function buildTable(o: InclinedHalfSpaceOptions, which: 'entrance' | 'exit'): SurfaceTable {
  const N_HARM = N_HARM_SAMPLES;
  const u = unit(o.line);
  const n = unit(o.normal);
  const nu = o.poissonRatio;
  // the line through the origin (the table is the same for every emergence point)
  const O: Vec3 = [0, 0, 0];
  const ez = which === 'entrance' ? n : scale(n, -1);
  const trial: Vec3 = Math.abs(ez[0]) < 0.9 ? [1, 0, 0] : [0, 1, 0];
  const e1 = unit(cross(trial, ez));
  const e2 = cross(ez, e1);
  // the infinite field (singular core: tiny radius) and Hooke's law
  const rc = 1e-7; // nm: the singular field (the traction is sampled 1 nm from the emergence point)
  let field: DisplacementField;
  let C: Float64Array;
  let mu: number;
  if (o.stiffness_GPa === undefined) {
    field = straightDislocation({ b_nm: o.b_nm, line: u, point_nm: O, poissonRatio: nu, coreRadius_nm: rc });
    mu = 1;
    C = stiffnessTensor(isotropicVoigt(1, nu));
  } else {
    field = anisotropicDislocation({ b_nm: o.b_nm, line: u, point_nm: O, stiffness_GPa: o.stiffness_GPa, coreRadius_nm: rc });
    mu = voigtShear(o.stiffness_GPa);
    C = stiffnessTensor(o.stiffness_GPa);
  }
  // h(phi) = r T(r, phi), local components, at r = r0
  const r0 = 1;
  const hr: Float64Array[] = [new Float64Array(N_HARM), new Float64Array(N_HARM), new Float64Array(N_HARM)];
  const g = new Float64Array(9);
  const sg = new Float64Array(9);
  for (let j = 0; j < N_HARM; j++) {
    const ph = (2 * Math.PI * j) / N_HARM;
    const cx = Math.cos(ph) * r0, cy = Math.sin(ph) * r0;
    const x = O[0] + cx * e1[0] + cy * e2[0], y = O[1] + cx * e1[1] + cy * e2[1], z = O[2] + cx * e1[2] + cy * e2[2];
    field.gradient(g, x, y, z);
    sigmaOf(C, g, sg);
    const T = [0, 1, 2].map((i) => sg[3 * i] * ez[0] + sg[3 * i + 1] * ez[1] + sg[3 * i + 2] * ez[2]);
    hr[0][j] = r0 * (T[0] * e1[0] + T[1] * e1[1] + T[2] * e1[2]);
    hr[1][j] = r0 * (T[0] * e2[0] + T[1] * e2[1] + T[2] * e2[2]);
    hr[2][j] = r0 * (T[0] * ez[0] + T[1] * ez[1] + T[2] * ez[2]);
  }
  // Fourier coefficients h_n = (1/N) sum_j h_j e^{-2 pi i n j / N}, n = -N/2 + 1 .. N/2 - 1 (the Nyquist term is
  // ambiguous: dropped; h is smooth, it is negligible), then tau(theta_j) = 2 pi sum_n (-i)^|n| h_n e^{i n theta_j};
  // both by FFT (h real: its forward transform is the conjugate of the + sign one)
  const H = N_HARM / 2;
  const tauR = [0, 1, 2].map(() => new Float64Array(N_HARM));
  const tauI = [0, 1, 2].map(() => new Float64Array(N_HARM));
  for (let c = 0; c < 3; c++) {
    const re = tauR[c], im = tauI[c];
    re.set(hr[c]);
    fftPlusInPlace(re, im);
    // slot k holds sum_j h_j e^{+2 pi i k j / N}: h_n = conj(slot n mod N) / N; then the phase (-i)^|n| and 2 pi
    for (let k = 0; k < N_HARM; k++) {
      const nn = k < H ? k : k - N_HARM;
      if (nn === -H) {
        re[k] = 0;
        im[k] = 0;
        continue;
      }
      const xr = re[k] / N_HARM, xi = -im[k] / N_HARM;
      const an = Math.abs(nn) % 4; // (-i)^|n|: 1, -i, -1, i
      const pr = an === 0 ? 1 : an === 2 ? -1 : 0;
      const pi = an === 1 ? -1 : an === 3 ? 1 : 0;
      re[k] = 2 * Math.PI * (pr * xr - pi * xi);
      im[k] = 2 * Math.PI * (pr * xi + pi * xr);
    }
    fftPlusInPlace(re, im);
  }
  // P0(theta), P1(theta) at theta_j (9 complex each, local frame)
  const P0r = new Float64Array(N_HARM * 9), P0i = new Float64Array(N_HARM * 9);
  const P1r = new Float64Array(N_HARM * 9), P1i = new Float64Array(N_HARM * 9);
  for (let j = 0; j < N_HARM; j++) {
    const th = (2 * Math.PI * j) / N_HARM;
    const tr = [tauR[0][j], tauR[1][j], tauR[2][j]], ti = [tauI[0][j], tauI[1][j], tauI[2][j]];
    const ct = Math.cos(th), st = Math.sin(th);
    const tkR = tr[0] * ct + tr[1] * st, tkI = ti[0] * ct + ti[1] * st;
    const tpR = -tr[0] * st + tr[1] * ct, tpI = -ti[0] * st + ti[1] * ct;
    const tzR = tr[2], tzI = ti[2];
    // beta = (-tau_z + i tau_k)/(2 mu); alpha = -i tau_k/(2 mu) - (1 - 2nu) beta; gamma = -alpha - (3 - 4nu) beta; sigma = tau_p/mu
    const bR = (-tzR - tkI) / (2 * mu), bI = (-tzI + tkR) / (2 * mu);
    const aR = tkI / (2 * mu) - (1 - 2 * nu) * bR, aI = -tkR / (2 * mu) - (1 - 2 * nu) * bI;
    const gR = -aR - (3 - 4 * nu) * bR, gI = -aI - (3 - 4 * nu) * bI;
    const sR = tpR / mu, sI = tpI / mu;
    // V0 = i alpha e_k + sigma e_p + gamma z; V1 = i beta e_k - beta z (local components)
    const V0r = [-aI * ct - sR * st, -aI * st + sR * ct, gR];
    const V0i = [aR * ct - sI * st, aR * st + sI * ct, gI];
    const V1r = [-bI * ct, -bI * st, -bR];
    const V1i = [bR * ct, bR * st, -bI];
    const ek = [ct, st];
    for (let i = 0; i < 3; i++) {
      for (let jj = 0; jj < 2; jj++) {
        // P0 = i e_kj V0_i, P1 = i e_kj V1_i
        P0r[j * 9 + 3 * i + jj] = -ek[jj] * V0i[i];
        P0i[j * 9 + 3 * i + jj] = ek[jj] * V0r[i];
        P1r[j * 9 + 3 * i + jj] = -ek[jj] * V1i[i];
        P1i[j * 9 + 3 * i + jj] = ek[jj] * V1r[i];
      }
      P0r[j * 9 + 3 * i + 2] = V1r[i] - V0r[i];
      P0i[j * 9 + 3 * i + 2] = V1i[i] - V0i[i];
      P1r[j * 9 + 3 * i + 2] = -V1r[i];
      P1i[j * 9 + 3 * i + 2] = -V1i[i];
    }
  }
  // Fourier coefficients p0_m, p1_m (m = -H .. H - 1), only those above a threshold are kept
  const ms: number[] = [];
  const c0r: number[] = [], c0i: number[] = [], c1r: number[] = [], c1i: number[] = [];
  let pmax = 0;
  const all: { m: number; a: Float64Array }[] = [];
  // forward DFT (sign -) of the 18 complex series by the + sign FFT of the conjugates
  const spec = new Float64Array(36 * N_HARM); // [component (0..35 as in a[]) * N_HARM + slot]
  {
    const fr = new Float64Array(N_HARM), fi = new Float64Array(N_HARM);
    for (let k = 0; k < 9; k++) {
      for (const [Pr, Pi, off] of [[P0r, P0i, 0], [P1r, P1i, 18]] as [Float64Array, Float64Array, number][]) {
        for (let j = 0; j < N_HARM; j++) {
          fr[j] = Pr[j * 9 + k];
          fi[j] = -Pi[j * 9 + k];
        }
        fftPlusInPlace(fr, fi);
        for (let sl = 0; sl < N_HARM; sl++) {
          spec[(off + k) * N_HARM + sl] = fr[sl] / N_HARM;
          spec[(off + 9 + k) * N_HARM + sl] = -fi[sl] / N_HARM;
        }
      }
    }
  }
  for (let q = 1; q < N_HARM; q++) {
    const m = q - H;
    const slot = ((m % N_HARM) + N_HARM) % N_HARM;
    const a = new Float64Array(36);
    for (let k = 0; k < 36; k++) a[k] = spec[k * N_HARM + slot];
    let mx = 0;
    for (let k = 0; k < 36; k++) mx = Math.max(mx, Math.abs(a[k]));
    pmax = Math.max(pmax, mx);
    all.push({ m, a });
  }
  const kept = all.filter((x) => Math.max(...x.a.map(Math.abs)) > 1e-12 * pmax);
  for (const { m, a } of kept) {
    ms.push(m);
    for (let k = 0; k < 9; k++) {
      c0r.push(a[k]);
      c0i.push(a[9 + k]);
      c1r.push(a[18 + k]);
      c1i.push(a[27 + k]);
    }
  }
  return { e1, e2, ez, F: null, contracted: new Map(), ms, c0r, c0i, c1r, c1i };
}

/** The 9-component padded grid of a table (made once, on first use). */
function gridOf(tb: SurfaceTable): Float64Array {
  if (tb.F !== null) return tb.F;
  const { ms, c0r, c0i, c1r, c1i } = tb;
  // table F(polar, azimuth): F = (1/2pi) Re sum_m e^{i m phi} (i s)^|m| [p0_m + p1_m (c^2 + |m| c)]
  const F = new Float64Array(N_POLAR * N_AZ * 9);
  const re = new Float64Array(N_AZ), im = new Float64Array(N_AZ);
  const coef = new Float64Array(ms.length * 18); // per harmonic: complex 9-vector at this polar angle, times (i s)^|m| / 2pi
  for (let ip = 0; ip < N_POLAR; ip++) {
    // nodes uniform in s = tan(polar/2) = rho/(R + z) (no trigonometry on the hot path), c = cos(polar)
    const s = ip / (N_POLAR - 1);
    const c = (1 - s * s) / (1 + s * s);
    for (let q = 0; q < ms.length; q++) {
      const am = Math.abs(ms[q]);
      const mag = (am === 0 ? 1 : Math.pow(s, am)) / (2 * Math.PI);
      // i^|m|
      const r4 = am % 4;
      const ir = r4 === 0 ? mag : r4 === 2 ? -mag : 0;
      const ii = r4 === 1 ? mag : r4 === 3 ? -mag : 0;
      const w = c * c + am * c;
      for (let k = 0; k < 9; k++) {
        const xr = c0r[q * 9 + k] + c1r[q * 9 + k] * w;
        const xi = c0i[q * 9 + k] + c1i[q * 9 + k] * w;
        coef[q * 18 + k] = ir * xr - ii * xi;
        coef[q * 18 + 9 + k] = ir * xi + ii * xr;
      }
    }
    // F(phi_ia) = Re sum_m coef_m e^{i m phi_ia}: an inverse DFT of N_AZ points per component (FFT)
    for (let k = 0; k < 9; k++) {
      re.fill(0);
      im.fill(0);
      for (let q = 0; q < ms.length; q++) {
        const slot = ((ms[q] % N_AZ) + N_AZ) % N_AZ;
        re[slot] += coef[q * 18 + k];
        im[slot] += coef[q * 18 + 9 + k];
      }
      fftPlusInPlace(re, im);
      for (let ia = 0; ia < N_AZ; ia++) F[(ip * N_AZ + ia) * 9 + k] = re[ia];
    }
  }
  tb.F = padded(cartesian(F, [tb.e1, tb.e2, tb.ez]), 9);
  return tb.F;
}

/**
 * Tests only: the correction gradient (Cartesian, out[3 i + j]) of one surface by the direct
 * harmonic sum, without the table (the tabulated field is this sum interpolated).
 */
export function halfSpaceGradientDirect(o: InclinedHalfSpaceOptions, which: 'entrance' | 'exit', out: Float64Array, x: number, y: number, z: number): void {
  const tb = tableFor(o, which);
  const O = emergencePoint(o, which);
  const rx = x - O[0], ry = y - O[1], rz = z - O[2];
  const X = rx * tb.e1[0] + ry * tb.e1[1] + rz * tb.e1[2];
  const Y = rx * tb.e2[0] + ry * tb.e2[1] + rz * tb.e2[2];
  const Z = rx * tb.ez[0] + ry * tb.ez[1] + rz * tb.ez[2];
  const rho = Math.hypot(X, Y);
  const R = Math.hypot(rho, Z);
  const vt = Math.atan2(rho, Z);
  const ph = Math.atan2(Y, X);
  const c = Math.cos(vt);
  const sv = Math.tan(vt / 2);
  const local = new Float64Array(9);
  for (let q = 0; q < tb.ms.length; q++) {
    const m = tb.ms[q];
    const am = Math.abs(m);
    const mag = am === 0 ? 1 : Math.pow(sv, am);
    const ang = m * ph + (am * Math.PI) / 2;
    const er = mag * Math.cos(ang), ei = mag * Math.sin(ang);
    const w = c * c + am * c;
    for (let k = 0; k < 9; k++) {
      const xr = tb.c0r[q * 9 + k] + tb.c1r[q * 9 + k] * w;
      const xi = tb.c0i[q * 9 + k] + tb.c1i[q * 9 + k] * w;
      local[k] += (er * xr - ei * xi) / (2 * Math.PI * R);
    }
  }
  const E = [tb.e1, tb.e2, tb.ez];
  for (let i = 0; i < 3; i++)
    for (let j = 0; j < 3; j++) {
      let s = 0;
      for (let a = 0; a < 3; a++) for (let b = 0; b < 3; b++) s += E[a][i] * local[3 * a + b] * E[b][j];
      out[3 * i + j] = s;
    }
}

/** Row length of the padded 9-component grids: azimuth nodes -1 .. N_AZ + 1 (rows: polar nodes -1 .. N_POLAR). */
const PAD_W = N_AZ + 3;

/**
 * A grid (N_POLAR x N_AZ nodes, `comps` numbers per node) padded with the nodes the bicubic stencil
 * reaches beyond its edges, so that the hot path reads 4 x 4 neighbours without wrapping: azimuth -1 and
 * N_AZ, N_AZ + 1 wrap round; polar -1 (through the normal: polar -v at azimuth phi is polar v at phi + pi)
 * and polar N_POLAR (beyond the surface plane, mirrored: points there lie outside the foil).
 */
function padded(T: Float64Array, comps: number, nP = N_POLAR, nA = N_AZ): Float64Array {
  const padW = nA + 3;
  const out = new Float64Array((nP + 2) * padW * comps);
  for (let r = 0; r < nP + 2; r++) {
    const ip = r - 1;
    const src = ip < 0 ? -ip : ip > nP - 1 ? 2 * (nP - 1) - ip : ip;
    const shift = ip < 0 ? nA / 2 : 0;
    for (let c = 0; c < padW; c++) {
      const ia = (((c - 1 + shift) % nA) + nA) % nA;
      const from = (src * nA + ia) * comps;
      const to = (r * padW + c) * comps;
      for (let k = 0; k < comps; k++) out[to + k] = T[from + k];
    }
  }
  return out;
}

EXERCISE DESCRIPTION — Your answer should be the lines above, from the line containing "const ir = r4" up to and including the line containing "const O = emergencePoint(o, which);", reproduced exactly and with nothing else.

ANSWER BOX —
      const ir = r4 === 0 ? mag : r4 === 2 ? -mag : 0;
      const ii = r4 === 1 ? mag : r4 === 3 ? -mag : 0;
      const w = c * c + am * c;
      for (let k = 0; k < 9; k++) {
        const xr = c0r[q * 9 + k] + c1r[q * 9 + k] * w;
        const xi = c0i[q * 9 + k] + c1i[q * 9 + k] * w;
        coef[q * 18 + k] = ir * xr - ii * xi;
        coef[q * 18 + 9 + k] = ir * xi + ii * xr;
      }
    }
    // F(phi_ia) = Re sum_m coef_m e^{i m phi_ia}: an inverse DFT of N_AZ points per component (FFT)
    for (let k = 0; k < 9; k++) {
      re.fill(0);
      im.fill(0);
      for (let q = 0; q < ms.length; q++) {
        const slot = ((ms[q] % N_AZ) + N_AZ) % N_AZ;
        re[slot] += coef[q * 18 + k];
        im[slot] += coef[q * 18 + 9 + k];
      }
      fftPlusInPlace(re, im);
      for (let ia = 0; ia < N_AZ; ia++) F[(ip * N_AZ + ia) * 9 + k] = re[ia];
    }
  }
  tb.F = padded(cartesian(F, [tb.e1, tb.e2, tb.ez]), 9);
  return tb.F;
}

/**
 * Tests only: the correction gradient (Cartesian, out[3 i + j]) of one surface by the direct
 * harmonic sum, without the table (the tabulated field is this sum interpolated).
 */
export function halfSpaceGradientDirect(o: InclinedHalfSpaceOptions, which: 'entrance' | 'exit', out: Float64Array, x: number, y: number, z: number): void {
  const tb = tableFor(o, which);
  const O = emergencePoint(o, which);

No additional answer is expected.